> [Directions] Reply with nothing but the number of lines in the data below where the word "through" occurs.

> [Supplied entries]
* * * * * * * * *

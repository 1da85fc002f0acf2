"""Amaranth components from a Table and the Cover or LutNetwork that realizes it.

Ports come from the table's buses, named by :func:`plaforge.core.names.ports_of` (the mapping is listed in each
generated file's docstring). Style ``sop`` (from a :class:`plaforge.core.cube.Cover`) writes each distinct product
term once, as a named internal signal, and each output as the OR of its terms, complemented where the cover realizes
the output inverted. Style ``lut`` (from a :class:`plaforge.core.network.LutNetwork`) writes each LUT as a constant of
``2**k`` bits (its INIT) indexed by the concatenation of its fan-ins, the first fan-in as the least significant bit
(the INIT convention of docs/conventions.md).

:func:`module_source` writes a stand-alone, human-readable Python file (laid out as the ruff formatter would at line
length 88, and clean under ``ruff check``) from the artifact's :class:`plaforge.emit.plan.LogicPlan`.
:func:`build_component` returns the component in-process by running that same text, so the two cannot differ.

The file also carries what it realizes as data (``PLAFORGE_ARTIFACT``, :func:`plaforge.core.serial.artifact_lines`)
so a checker can prove the cover or network equivalent to the spec beyond the vectors it simulates.
"""

from __future__ import annotations

from collections.abc import Sequence
from typing import Any

from ..core.cube import Cover
from ..core.names import GENERATED_FILE_NAMES, Port, class_name_for, identifier
from ..core.network import LutNetwork, init_hex
from ..core.serial import artifact_lines
from ..core.table import Table
from ..verify.component import instantiate, load_source
from .layout import LINE_LENGTH, Call, Chain, Node, layout, py_string, seq_lines
from .plan import LogicPlan, Ref, plan_for

__all__ = ["OR_CHAIN_LIMIT", "build_component", "module_source"]


def _bit_ref(port: Port, b: int) -> str:
    """Source text reaching bit ``b`` of ``port`` inside ``elaborate``."""
    return f"self.{port.name}" if port.scalar else f"self.{port.name}[{b}]"


def _in_ref(plan: LogicPlan, i: int) -> str:
    for p in plan.ports:
        if p.direction == "in" and i in p.members:
            return _bit_ref(p, p.members.index(i))
    raise AssertionError(f"input {i} has no port")  # pragma: no cover - ports_of covers every input


def _out_ref(plan: LogicPlan, j: int) -> str:
    for p in plan.ports:
        if p.direction == "out" and j in p.members:
            return _bit_ref(p, p.members.index(j))
    raise AssertionError(f"output {j} has no port")  # pragma: no cover


def _literals(plan: LogicPlan, care: int, value: int) -> list[str]:
    lits = []
    m = care
    while m:
        low = m & -m
        i = low.bit_length() - 1
        lits.append(_in_ref(plan, i) if value & low else "~" + _in_ref(plan, i))
        m ^= low
    return lits


def _comb(target: str, expr: Node, module: str = "m") -> list[str]:
    return layout(Call(f"{target}.eq", (expr,)), 8, f"{module}.d.comb += ", "")


OR_CHAIN_LIMIT = 16
"""Outputs of more terms are written ``Cat(t0, t1, ...).any()``: an ``|`` chain nests one operator per term, and
Amaranth's tools recurse through that nesting (hundreds of terms would exceed Python's recursion limit)."""


def _or(terms: Sequence[str]) -> Node:
    if len(terms) > OR_CHAIN_LIMIT:
        return Call("Cat", tuple(terms), ".any()")
    return terms[0] if len(terms) == 1 else Chain("|", tuple(terms))


def _elaborate_body(plan: LogicPlan, table: Table) -> list[str]:
    lines = ["        m = Module()"]
    if plan.style == "sop":
        if plan.nodes:
            lines.append("")
            lines.append("        # Product terms, each shared by every output listed beside it. They sit in a")
            lines.append("        # submodule of their own so that a simulator settles them in one pass before")
            lines.append("        # the outputs (in one module it would evaluate everything twice per change).")
            lines.append("        m.submodules.terms = terms = Module()")
        for t, (care, value) in enumerate(plan.nodes):
            feeds = [table.output_names[j] for j, (ts, _) in enumerate(plan.outputs) if t in ts]
            lines.append(f"        t{t} = Signal()  # feeds {', '.join(feeds)}"[:LINE_LENGTH].rstrip())
            lits = _literals(plan, care, value)
            expr: Node = "1" if not lits else lits[0] if len(lits) == 1 else Chain("&", tuple(lits))
            lines += _comb(f"t{t}", expr, "terms")
        lines.append("")
        lines.append("        # Outputs: the OR of their product terms (Cat(...).any() when there are many).")
        for j, (ts, inverted) in enumerate(plan.outputs):
            target = _out_ref(plan, j)
            names = [f"t{t}" for t in ts]
            if inverted:
                if not names:
                    lines += _comb(target, "1")
                    continue
                lines.append(f"        inv{j} = Signal()  # {table.output_names[j]} is realized in complement"[
                    :LINE_LENGTH].rstrip())
                lines += _comb(f"inv{j}", _or(names))
                lines += _comb(target, f"~inv{j}")
            else:
                lines += _comb(target, _or(names) if names else "0")
    else:
        if plan.nodes:
            lines.append("")
            lines.append("        # LUTs: INIT indexed by the fan-ins, the first fan-in as the least significant bit.")

        def ref_text(r: Ref) -> str:
            kind, v = r
            if kind == "in":
                return _in_ref(plan, v)
            if kind == "node":
                return plan.nodes[v][0]
            return f"Const({v}, 1)"

        for local, fanins, init in plan.nodes:
            lines.append(f"        {local} = Signal()")
            args = (init_hex(init, len(fanins)), *(ref_text(r) for r in fanins))
            lines += _comb(local, Call("lut", args))
        lines.append("")
        lines.append("        # Outputs.")
        for j, r in enumerate(plan.outputs):
            kind, v = r
            lines += _comb(_out_ref(plan, j), str(v) if kind == "const" else ref_text(r))
    lines.append("        return m")
    return lines


def _docstring(plan: LogicPlan, table: Table, class_name: str, source_name: str, source_digest: str) -> list[str]:
    src = source_name or table.source or "an unnamed table"
    lines = [
        f'"""{class_name}: combinational logic generated by plaforge from {src}.',
        "",
        f"Source: {src}",
        f"SHA-256: {source_digest or 'not recorded'}",
        f"Realizes: {plan.summary}.",
        "Check it against the spec, output by output, with: plaforge check SPEC THIS_FILE.py",
        "(it simulates this component and proves the PLAFORGE_ARTIFACT data below).",
        "",
        "Ports (spec name -> port; bit i of a bus port is spec bit name[i]):",
    ]
    for p in plan.ports:
        kind = f"{'In' if p.direction == 'in' else 'Out'}({p.width})"
        spec = p.spec_name if p.scalar else f"{p.spec_name}[0..{p.width - 1}]"
        lines.append(f"    {spec} -> {p.name}: {kind}")
    lines += [
        "",
        "Caution: this is raw combinational logic. Its outputs can glitch while inputs change",
        "(register them if that matters), its timing is whatever your toolchain makes of it,",
        "and don't-care points take whatever value the realization gives them. Review it and",
        "time it in your own flow before relying on it.",
        '"""',
    ]
    return [ln.replace("\\", "/").replace('"""', "'''") if 0 < k < len(lines) - 1 else ln
            for k, ln in enumerate(lines)]


def module_source(
    table: Table,
    artifact: Cover | LutNetwork,
    *,
    source_name: str = "",
    source_digest: str = "",
    class_name: str | None = None,
) -> str:
    """A stand-alone Python file defining one Amaranth component that realizes ``artifact``.

    Parameters
    ----------
    table : Table
        The spec; gives the ports (its buses) and their names.
    artifact : Cover or LutNetwork
        A Cover gives style ``sop``, a LutNetwork style ``lut``. Its names must equal the table's.
    source_name, source_digest : str
        Spec file name and SHA-256 hex digest, quoted in the docstring.
    class_name : str, optional
        The component's class name; derived from ``source_name`` when omitted (see
        :func:`plaforge.core.names.class_name_for`).

    Returns
    -------
    str
        The file text: deterministic (no dates), laid out as the ruff formatter would at line length 88.

    Raises
    ------
    ArtifactError
        If the artifact's names differ from the table's, or a LUT network is not well formed.
    ValueError
        If ``class_name`` is not an identifier the file can use (one :func:`plaforge.core.names.identifier` leaves
        as it is).
    """
    plan = plan_for(table, artifact)
    name = class_name if class_name is not None else class_name_for(source_name or table.source)
    if identifier(name, GENERATED_FILE_NAMES) != name:
        raise ValueError(f"class name {name!r} is not usable; give a Python identifier such as 'AddressDecoder'")
    many = plan.style == "sop" and any(len(ts) > OR_CHAIN_LIMIT for ts, _ in plan.outputs)
    names = ["Module", "Signal"] + (["Cat", "Const"] if plan.style == "lut" else ["Cat"] if many else [])
    lines = _docstring(plan, table, name, source_name, source_digest)
    lines += ["", f"from amaranth.hdl import {', '.join(sorted(names))}", "from amaranth.lib import wiring",
              "from amaranth.lib.wiring import In, Out", "", f'__all__ = ["{name}"]', ""]
    lines.append("# What this module realizes, as data, so a checker can prove it against the spec: a JSON")
    lines.append("# header, then one line per " + ("cover row (inputs, outputs as in PLA)." if plan.style == "sop"
                                                   else "LUT (INIT as hex, first fan-in least significant)."))
    lines += seq_lines("PLAFORGE_ARTIFACT = ", [py_string(x) for x in artifact_lines(artifact)])
    if plan.style == "lut":
        lines += [
            "",
            "",
            "def lut(init, *fanins):",
            '    """A LUT: bit j of ``init`` is the output when the fan-ins, first one as bit 0, read j."""',
            "    return Const(init, 1 << len(fanins)).bit_select(Cat(*fanins), 1)",
        ]
    lines += ["", "", f"class {name}(wiring.Component):",
              f'    """Realizes {_doc_src(source_name or table.source)} (see the module docstring)."""', ""]
    for p in plan.ports:
        lines.append(f"    {p.name}: {'In' if p.direction == 'in' else 'Out'}({p.width})")
    lines += ["", "    def elaborate(self, platform):"]
    lines += _elaborate_body(plan, table)
    return "\n".join(lines) + "\n"


def _doc_src(s: str) -> str:
    s = (s or "an unnamed table").replace("\\", "/").replace('"', "'")
    return s


def build_component(table: Table, artifact: Cover | LutNetwork, *, class_name: str | None = None) -> Any:
    """The component :func:`module_source` writes, built in-process (the same text, run without a file).

    Parameters
    ----------
    table : Table
    artifact : Cover or LutNetwork
        What to realize; :func:`plaforge.flow.realize` makes one from a table and a style.
    class_name : str, optional
        As for :func:`module_source`.

    Returns
    -------
    amaranth.lib.wiring.Component
        With the ports of :func:`plaforge.core.names.ports_of`.

    Examples
    --------
    Inside your own ``elaborate``::

        decoder = build_component(table, realize(table, "sop"))
        m.submodules.decoder = decoder
        m.d.comb += decoder.addr.eq(self.bus.addr)
    """
    source = module_source(table, artifact, class_name=class_name)
    where = f"<component for {table.source or 'a table'}>"
    return instantiate(load_source(source, where), where)
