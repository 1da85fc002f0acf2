"""Emitters: Amaranth components, Verilog, and stand-alone pytest harnesses."""

from .amaranth import build_component, class_name_for, embedded_artifact, module_source, port_name, ports_of

__all__ = ["build_component", "class_name_for", "embedded_artifact", "module_source", "port_name", "ports_of"]
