"""What a generated component computes, apart from how its source is written out.

A :class:`LogicPlan` holds the ports (:func:`plaforge.core.names.ports_of`), the internal nodes and what drives each
output. Style ``sop`` (from a :class:`plaforge.core.cube.Cover`): each distinct product term once, each output the OR
of its terms, complemented where the cover realizes the output inverted. Style ``lut`` (from a
:class:`plaforge.core.network.LutNetwork`): each LUT a node with its fan-ins and INIT.

A constant is a constant: an output whose terms cover every point (``a | ~a``, or the term with no literals) is
planned as the constant 1, a LUT whose INIT is all ones or all zeros as that constant, so no generated file builds a
constant from gates that could glitch.
"""

from __future__ import annotations

from dataclasses import dataclass
from typing import Any

from ..core.cube import Cover
from ..core.errors import ArtifactError, PlaforgeError
from ..core.names import GENERATED_FILE_NAMES, Port, check_names, identifier, ports_of, unique_names
from ..core.network import LutNetwork
from ..core.table import Table

__all__ = ["CLOCK_PORTS", "REGISTERED_NOTE", "LogicPlan", "Ref", "check_clock_ports", "plan_for"]

CLOCK_PORTS = ("clk", "rst")
"""The ports a registered module adds: Amaranth's ``sync`` domain's clock and synchronous reset, by its names."""

REGISTERED_NOTE = (
    "Registered: every output is a register in the sync domain (clock clk, synchronous reset rst, reset value 0), "
    "loaded at every rising clock edge from the combinational logic, so the outputs follow the inputs one clock "
    "cycle later. plaforge check proves that logic with that delay: after one rising edge with rst low, every "
    "output agrees with the spec at the inputs applied before the edge."
)
"""What a registered module (or Verilog module) says about its register stage."""


def check_clock_ports(ports: tuple[Port, ...]) -> None:
    """Refuse a registered module whose spec already has a port named ``clk`` or ``rst`` (the ports it adds).

    Raises
    ------
    PlaforgeError
        Naming the port (exit status 2).
    """
    for p in ports:
        if p.name in CLOCK_PORTS:
            raise PlaforgeError(f"--registered adds the ports {' and '.join(CLOCK_PORTS)}, but the spec's "
                                f"{'input' if p.direction == 'in' else 'output'} {p.spec_name!r} is already named "
                                f"{p.name!r}; rename it in the spec")

Ref = tuple[str, int]
"""A signal reference in a plan: ``("in", i)`` table input ``i``, ``("node", k)`` node ``k``, ``("const", v)``."""


@dataclass(frozen=True, slots=True)
class LogicPlan:
    """What the component computes.

    Parameters
    ----------
    style : str
        ``"sop"`` or ``"lut"``.
    ports : tuple of Port
    nodes : tuple
        ``sop``: product terms as ``(care, value)`` input masks. ``lut``: ``(local_name, fanin_refs, init)``.
    outputs : tuple
        Per table output. ``sop``: ``(term_indices, inverted)``; no terms means the constant ``inverted`` (0 or 1).
        ``lut``: the driving :data:`Ref`.
    summary : str
        One line of figures for docstrings.
    """

    style: str
    ports: tuple[Port, ...]
    nodes: tuple[Any, ...]
    outputs: tuple[Any, ...]
    summary: str


def _tautology(cubes: list[tuple[int, int]]) -> bool:
    """Whether the cubes (``(care, value)``) cover every point: split on a binate input until each part is unate,
    where only the cube with no literals covers everything."""
    if any(care == 0 for care, _ in cubes):
        return True
    pos = neg = 0
    for care, value in cubes:
        pos |= care & value
        neg |= care & ~value
    binate = pos & neg
    if not binate:
        return False
    bit = binate & -binate
    return all(_tautology([(care & ~bit, value & ~bit) for care, value in cubes if not care & bit or value & bit == v])
               for v in (0, bit))


def _sop_plan(table: Table, cover: Cover) -> LogicPlan:
    constant = [_tautology([(c.care, c.value) for c in cover.cubes_for(j)]) for j in range(cover.n_outputs)]
    index: dict[tuple[int, int], int] = {}
    feeds: list[int] = []
    for c in cover.cubes:
        if not c.outputs & ~sum(1 << j for j, k in enumerate(constant) if k):
            continue
        key = (c.care, c.value)
        if key not in index:
            index[key] = len(index)
            feeds.append(0)
        feeds[index[key]] |= c.outputs
    terms = tuple(index)
    outs = tuple(
        ((), not cover.is_inverted(j)) if constant[j]
        else (tuple(t for t in range(len(terms)) if feeds[t] >> j & 1), cover.is_inverted(j))
        for j in range(cover.n_outputs)
    )
    literals = sum(care.bit_count() for care, _ in terms)
    proven = "proven minimum" if cover.optimal else "not proven minimum"
    summary = (
        f"sum of products: {len(terms)} shared product terms, {literals} literals, "
        f"{cover.n_outputs} outputs ({cover.method or 'unknown'} cover, {proven})"
    )
    return LogicPlan("sop", ports_of(table), terms, outs, summary)


def _lut_plan(table: Table, net: LutNetwork) -> LogicPlan:
    try:
        net.check_structure()
    except ValueError as exc:
        raise ArtifactError(f"LUT network: {exc}") from None
    refs: dict[str, Ref] = {name: ("in", i) for i, name in enumerate(net.input_names)}
    refs |= {"0": ("const", 0), "1": ("const", 1)}
    locals_ = unique_names((identifier(lut.name, GENERATED_FILE_NAMES) for lut in net.luts), GENERATED_FILE_NAMES)
    nodes = []
    for lut, local in zip(net.luts, locals_):
        full = (1 << (1 << len(lut.inputs))) - 1
        if lut.init & full in (0, full):  # a constant LUT is its constant
            refs[lut.name] = ("const", int(lut.init & full == full))
            continue
        nodes.append((local, tuple(refs[x] for x in lut.inputs), lut.init))
        refs[lut.name] = ("node", len(nodes) - 1)
    summary = (
        f"{net.k}-input LUT network: {net.count} LUTs, depth {net.depth}, {len(net.output_names)} outputs"
        f"{' (' + net.method + ')' if net.method else ''}"
    )
    return LogicPlan("lut", ports_of(table), tuple(nodes), tuple(refs[d] for d in net.drivers), summary)


def plan_for(table: Table, artifact: Cover | LutNetwork) -> LogicPlan:
    """The plan realizing ``artifact`` (a Cover for style ``sop``, a LutNetwork for ``lut``) with ``table``'s ports.

    Raises
    ------
    ArtifactError
        If the artifact's input or output names differ from the table's, or a LUT network is not well formed.
    TypeError
        If ``artifact`` is neither.
    """
    if isinstance(artifact, Cover):
        check_names(table, artifact.input_names, artifact.output_names, "the cover")
        return _sop_plan(table, artifact)
    if isinstance(artifact, LutNetwork):
        check_names(table, artifact.input_names, artifact.output_names, "the LUT network")
        return _lut_plan(table, artifact)
    raise TypeError(f"artifact must be a Cover or a LutNetwork, not {type(artifact).__name__}")
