"""Cubes and covers: the vocabulary every part of plaforge shares.

Vocabulary
----------
point
    An assignment of 0/1 to the n inputs, encoded as an integer whose bit ``i`` is the value of input ``i``.
cube (product term)
    A set of points given by two integer bitmasks over the inputs: ``care`` (bit ``i`` set: the cube tests input
    ``i``) and ``value`` (for tested inputs, the value required; ``value & ~care == 0``). Point ``p`` lies in the cube
    when ``p & care == value``. A cube testing ``k`` inputs holds ``2**(n-k)`` points and costs ``k`` literals.
    It also carries ``outputs``, a bitmask of the outputs it feeds (bit ``j``: output ``j``), so a list of cubes is a
    multi-output cover with product terms shared between outputs.
cover
    A list of cubes whose union, per output, realizes that output: output ``j`` is the OR of the cubes whose
    ``outputs`` has bit ``j`` (inverted when the cover records ``j`` as realized in complement, see ``inverted``).

In PLA text a cube is written with the leftmost column as input 0::

    care=0b101, value=0b001 over 3 inputs  ->  "1-0"

Everything is an int operation, so width is unbounded (64, 128 or more inputs cost the same code path).
"""

from __future__ import annotations

from collections.abc import Iterable, Iterator, Sequence
from dataclasses import dataclass, field, replace

__all__ = [
    "Cover",
    "Cube",
    "SharpTooLarge",
    "complement",
    "cube_list_contains",
    "cut_by_complement",
    "drop_inputs",
    "lists_intersect",
    "merge_identical",
    "sharp",
]


@dataclass(frozen=True, slots=True, order=True)
class Cube:
    """One product term: ``care``/``value`` input masks and the ``outputs`` it feeds.

    >>> c = Cube.parse("1-0")
    >>> c
    Cube(care=0b101, value=0b1, outputs=0b1)
    >>> c.contains_point(0b001), c.contains_point(0b011), c.contains_point(0b100)
    (True, True, False)
    """

    care: int
    value: int
    outputs: int = 1

    def __post_init__(self) -> None:
        if not isinstance(self.care, int) or not isinstance(self.value, int) or not isinstance(self.outputs, int):
            raise TypeError(f"Cube masks must be ints, not {self.care!r}, {self.value!r}, {self.outputs!r}")
        if self.care < 0 or self.value < 0 or self.outputs < 0:
            raise ValueError(f"Cube masks must be non-negative: {self.care!r}, {self.value!r}, {self.outputs!r}")
        if self.value & ~self.care:
            raise ValueError(f"Cube value {self.value:#b} sets bits outside care {self.care:#b}")

    def __repr__(self) -> str:
        return f"Cube(care={self.care:#b}, value={self.value:#b}, outputs={self.outputs:#b})"

    # -- construction -------------------------------------------------------------------------------------------
    @classmethod
    def universe(cls, outputs: int = 1) -> Cube:
        """The cube holding every point (no literals)."""
        return cls(0, 0, outputs)

    @classmethod
    def point(cls, p: int, n: int, outputs: int = 1) -> Cube:
        """The cube holding exactly point ``p`` of ``n`` inputs (a minterm)."""
        full = (1 << n) - 1
        return cls(full, p & full, outputs)

    @classmethod
    def parse(cls, text: str, outputs: int = 1) -> Cube:
        """Read an input part written as in PLA (``0``, ``1``, ``-``/``x``/``X``; leftmost is input 0)."""
        care = value = 0
        for i, ch in enumerate(text):
            if ch == "1":
                care |= 1 << i
                value |= 1 << i
            elif ch == "0":
                care |= 1 << i
            elif ch not in "-xX":
                raise ValueError(f"Cube text {text!r} has {ch!r} at column {i + 1}; expected 0, 1, - or x")
        return cls(care, value, outputs)

    # -- queries ------------------------------------------------------------------------------------------------
    @property
    def literals(self) -> int:
        """Number of inputs tested."""
        return self.care.bit_count()

    def contains_point(self, p: int) -> bool:
        return p & self.care == self.value

    def contains(self, other: Cube) -> bool:
        """Input-part containment: every point of ``other`` is in ``self`` (outputs ignored)."""
        return other.care & self.care == self.care and other.value & self.care == self.value

    def intersects(self, other: Cube) -> bool:
        """Input parts share a point (outputs ignored)."""
        return (self.value ^ other.value) & self.care & other.care == 0

    def intersect(self, other: Cube) -> Cube | None:
        """Input-part intersection, feeding the outputs both feed; ``None`` when the input parts are disjoint."""
        if not self.intersects(other):
            return None
        return Cube(self.care | other.care, self.value | other.value, self.outputs & other.outputs)

    def distance(self, other: Cube) -> int:
        """Number of inputs on which the two cubes require opposite values."""
        return ((self.value ^ other.value) & self.care & other.care).bit_count()

    def supercube(self, other: Cube) -> Cube:
        """Smallest cube containing both input parts."""
        care = self.care & other.care & ~(self.value ^ other.value)
        return Cube(care, self.value & care, self.outputs | other.outputs)

    def cofactor(self, var: int, val: int) -> Cube | None:
        """Cofactor with respect to input ``var`` = ``val``: ``None`` if the cube excludes that half."""
        bit = 1 << var
        if self.care & bit:
            if bool(self.value & bit) != bool(val):
                return None
            return Cube(self.care & ~bit, self.value & ~bit, self.outputs)
        return self

    def with_outputs(self, outputs: int) -> Cube:
        return Cube(self.care, self.value, outputs)

    def text(self, n: int) -> str:
        """Input part as PLA text over ``n`` inputs (leftmost is input 0)."""
        out = []
        for i in range(n):
            bit = 1 << i
            out.append(("1" if self.value & bit else "0") if self.care & bit else "-")
        return "".join(out)

    def points(self, n: int) -> Iterator[int]:
        """Every point of the cube over ``n`` inputs (2**(n - literals) of them: use with care)."""
        free = [i for i in range(n) if not self.care >> i & 1]
        for k in range(1 << len(free)):
            p = self.value
            for b, i in enumerate(free):
                if k >> b & 1:
                    p |= 1 << i
            yield p


def drop_inputs(cubes: Iterable[Cube], mask: int) -> list[Cube]:
    """Existentially quantify the inputs in ``mask`` away (remove their literals)."""
    return [Cube(c.care & ~mask, c.value & ~mask, c.outputs) for c in cubes]


def _most_binate(cubes: Sequence[Cube]) -> int:
    counts: dict[int, int] = {}
    for c in cubes:
        m = c.care
        while m:
            low = m & -m
            i = low.bit_length() - 1
            counts[i] = counts.get(i, 0) + 1
            m ^= low
    # prefer variables appearing in both phases, then most often
    best, best_key = -1, (-1, -1)
    for i, cnt in counts.items():
        bit = 1 << i
        pos = sum(1 for c in cubes if c.care & bit and c.value & bit)
        key = (1 if 0 < pos < cnt else 0, cnt)
        if key > best_key:
            best, best_key = i, key
    return best


def _absorb(cubes: list[Cube]) -> list[Cube]:
    """Remove cubes contained in another (single-cube containment)."""
    cubes = sorted(set(cubes), key=lambda c: c.literals)
    kept: list[Cube] = []
    for c in cubes:
        if not any(k.contains(c) for k in kept):
            kept.append(c)
    return kept


def complement(cubes: Sequence[Cube], outputs: int = 1) -> list[Cube]:
    """Cubes covering exactly the points no cube in ``cubes`` covers (input parts only).

    Recursive Shannon expansion on the most binate input (the unate recursive paradigm), with single-cube
    containment at each merge. Cost grows with the structure of the list, never with 2**n: a list of range cubes
    over 32 inputs complements in milliseconds.
    """
    return [c.with_outputs(outputs) for c in _complement(list(cubes))]


def _complement(cubes: list[Cube]) -> list[Cube]:
    if not cubes:
        return [Cube(0, 0)]
    for c in cubes:
        if c.care == 0:
            return []
    if len(cubes) == 1:
        c = cubes[0]
        out = []
        m = c.care
        while m:
            low = m & -m
            out.append(Cube(low, low & ~c.value))
            m ^= low
        return out
    var = _most_binate(cubes)
    bit = 1 << var
    halves = []
    for val in (0, 1):
        cof = [x for x in (c.cofactor(var, val) for c in cubes) if x is not None]
        halves.append(_complement(cof))
    lo, hi = halves
    lo_set, hi_set = set(lo), set(hi)
    both = lo_set & hi_set
    out = list(both)
    out += [Cube(c.care | bit, c.value, 1) for c in lo if c not in both]
    out += [Cube(c.care | bit, c.value | bit, 1) for c in hi if c not in both]
    return _absorb(out)


class SharpTooLarge(Exception):
    """Raised by :func:`sharp` when the result would exceed its ``limit`` of cubes."""


def sharp(a: Iterable[Cube], b: Sequence[Cube], *, limit: int | None = None) -> list[Cube]:
    """Points of ``a`` not in any cube of ``b``, as cubes; each piece feeds the outputs of the ``a`` cube it came from.

    Works cube by cube: only the cubes of ``b`` that touch ``x`` are cofactored by ``x`` and complemented, so the
    cost follows local overlap, never the size of all of ``b`` or 2**n. Heavily overlapping random cubes over many
    inputs can still need very many pieces: with a ``limit`` (none by default), more pieces than that raise
    :class:`SharpTooLarge`.
    """
    out: list[Cube] = []
    for x in a:
        touching = [y for y in b if y.intersects(x)]
        if not touching:
            out.append(x)
            continue
        cof = [Cube(y.care & ~x.care, y.value & ~x.care) for y in touching]
        for z in _complement(cof):
            out.append(Cube(z.care | x.care, z.value | x.value, x.outputs))
        if limit is not None and len(out) > limit:
            raise SharpTooLarge(f"more than {limit} cubes")
    return list(dict.fromkeys(out))
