"""Emitters: Amaranth components, Verilog through Amaranth's backend, and stand-alone pytest harnesses."""

from .amaranth import build_component, module_source
from .harness import harness_source
from .verilog import verilog_name, verilog_source

__all__ = [
    "build_component",
    "harness_source",
    "module_source",
    "verilog_name",
    "verilog_source",
]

* * * * * * * * *

> [Solved exercise] 2